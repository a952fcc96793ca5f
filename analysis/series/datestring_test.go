package series

import (
	"fmt"
	"testing"
	"time"
)

// TestDateStringFormats: String writes what the fmt and time layouts
// of the canonical forms write (%d, %dQ%d, %d-%02d, 2006-01-02, the
// observation number), over every day from 1600 to 2400, years, months
// and quarters far from the usual ones, and negative numbers.
func TestDateStringFormats(t *testing.T) {
	for y := -20; y <= 12000; y += 7 {
		for sub := -3; sub <= 14; sub++ {
			if got, want := (Date{Freq: Annual, Year: y}).String(), fmt.Sprintf("%d", y); got != want {
				t.Fatalf("annual %d: %q, want %q", y, got, want)
			}
			if got, want := (Date{Freq: Quarterly, Year: y, Sub: sub}).String(), fmt.Sprintf("%dQ%d", y, sub); got != want {
				t.Fatalf("quarter %d %d: %q, want %q", y, sub, got, want)
			}
			if got, want := (Date{Freq: Monthly, Year: y, Sub: sub}).String(), fmt.Sprintf("%d-%02d", y, sub); got != want {
				t.Fatalf("month %d %d: %q, want %q", y, sub, got, want)
			}
			if got, want := (Date{Freq: Undated, Sub: y*20 + sub}).String(), fmt.Sprintf("%d", y*20+sub); got != want {
				t.Fatalf("undated %d: %q, want %q", y*20+sub, got, want)
			}
		}
	}
	for day := time.Date(1600, 1, 1, 0, 0, 0, 0, time.UTC); day.Year() < 2400; day = day.AddDate(0, 0, 1) {
		d := DailyDate(day)
		if got, want := d.String(), day.Format("2006-01-02"); got != want {
			t.Fatalf("day %v: %q, want %q", day, got, want)
		}
	}
	for _, day := range []time.Time{time.Date(-5, 3, 1, 0, 0, 0, 0, time.UTC), time.Date(12000, 3, 1, 0, 0, 0, 0, time.UTC), time.Date(9999, 12, 31, 0, 0, 0, 0, time.UTC), time.Date(0, 1, 1, 0, 0, 0, 0, time.UTC)} {
		if got, want := DailyDate(day).String(), day.Format("2006-01-02"); got != want {
			t.Errorf("day %v: %q, want %q", day, got, want)
		}
	}
}
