package series

// Index is the position of the date on its frequency's time line:
// Year·PerYear + Sub − 1 for annual, quarterly and monthly dates, the
// day number since 1970-01-01 for daily dates, and the observation
// number for undated ones. Consecutive periods have consecutive indices.
func (d Date) Index() int {
	switch d.Freq {
	case Annual, Quarterly, Monthly:
		return d.Year*d.Freq.PerYear() + d.Sub - 1
	case Daily:
		return int(d.day)
	default:
		return d.Sub
	}
}

// dateAt is the inverse of Index for frequency f.
func dateAt(f Freq, i int) Date {
	switch f {
	case Annual, Quarterly, Monthly:
		p := f.PerYear()
		y, s := i/p, i%p
		if s < 0 {
			y, s = y-1, s+p
		}
		sub := s + 1
		return Date{Freq: f, Year: y, Sub: sub}
	case Daily:
		return Date{Freq: Daily, day: int32(i)}
	default:
		return Date{Freq: Undated, Sub: i}
	}
}

// Add moves the date n periods (days for daily data, observations for
// undated data) forward, or backward when n is negative.
func (d Date) Add(n int) Date { return dateAt(d.Freq, d.Index()+n) }

// Compare orders two dates of the same frequency: −1 if d is earlier
// than e, 0 if they are the same date, +1 if d is later. Dates of
// different frequencies are ordered by frequency first.
func (d Date) Compare(e Date) int {
	if d.Freq != e.Freq {
		if d.Freq < e.Freq {
			return -1
		}
		return 1
	}
	a, b := d.Index(), e.Index()
	switch {
	case a < b:
		return -1
	case a > b:
		return 1
	}
	return 0
}

// Equal reports whether d and e are the same date of the same frequency.
func (d Date) Equal(e Date) bool { return d.Compare(e) == 0 }

// Before reports whether d is earlier than e (same frequency).
func (d Date) Before(e Date) bool { return d.Compare(e) < 0 }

━━━━

→ Task
From the line holding "func (d Date) Compare(e" through the final line of the data above, copy every line exactly as written. Include nothing else.

→ Reply to the task
func (d Date) Compare(e Date) int {
	if d.Freq != e.Freq {
		if d.Freq < e.Freq {
			return -1
		}
		return 1
	}
	a, b := d.Index(), e.Index()
	switch {
	case a < b:
		return -1
	case a > b:
		return 1
	}
	return 0
}

// Equal reports whether d and e are the same date of the same frequency.
func (d Date) Equal(e Date) bool { return d.Compare(e) == 0 }

// Before reports whether d is earlier than e (same frequency).
func (d Date) Before(e Date) bool { return d.Compare(e) < 0 }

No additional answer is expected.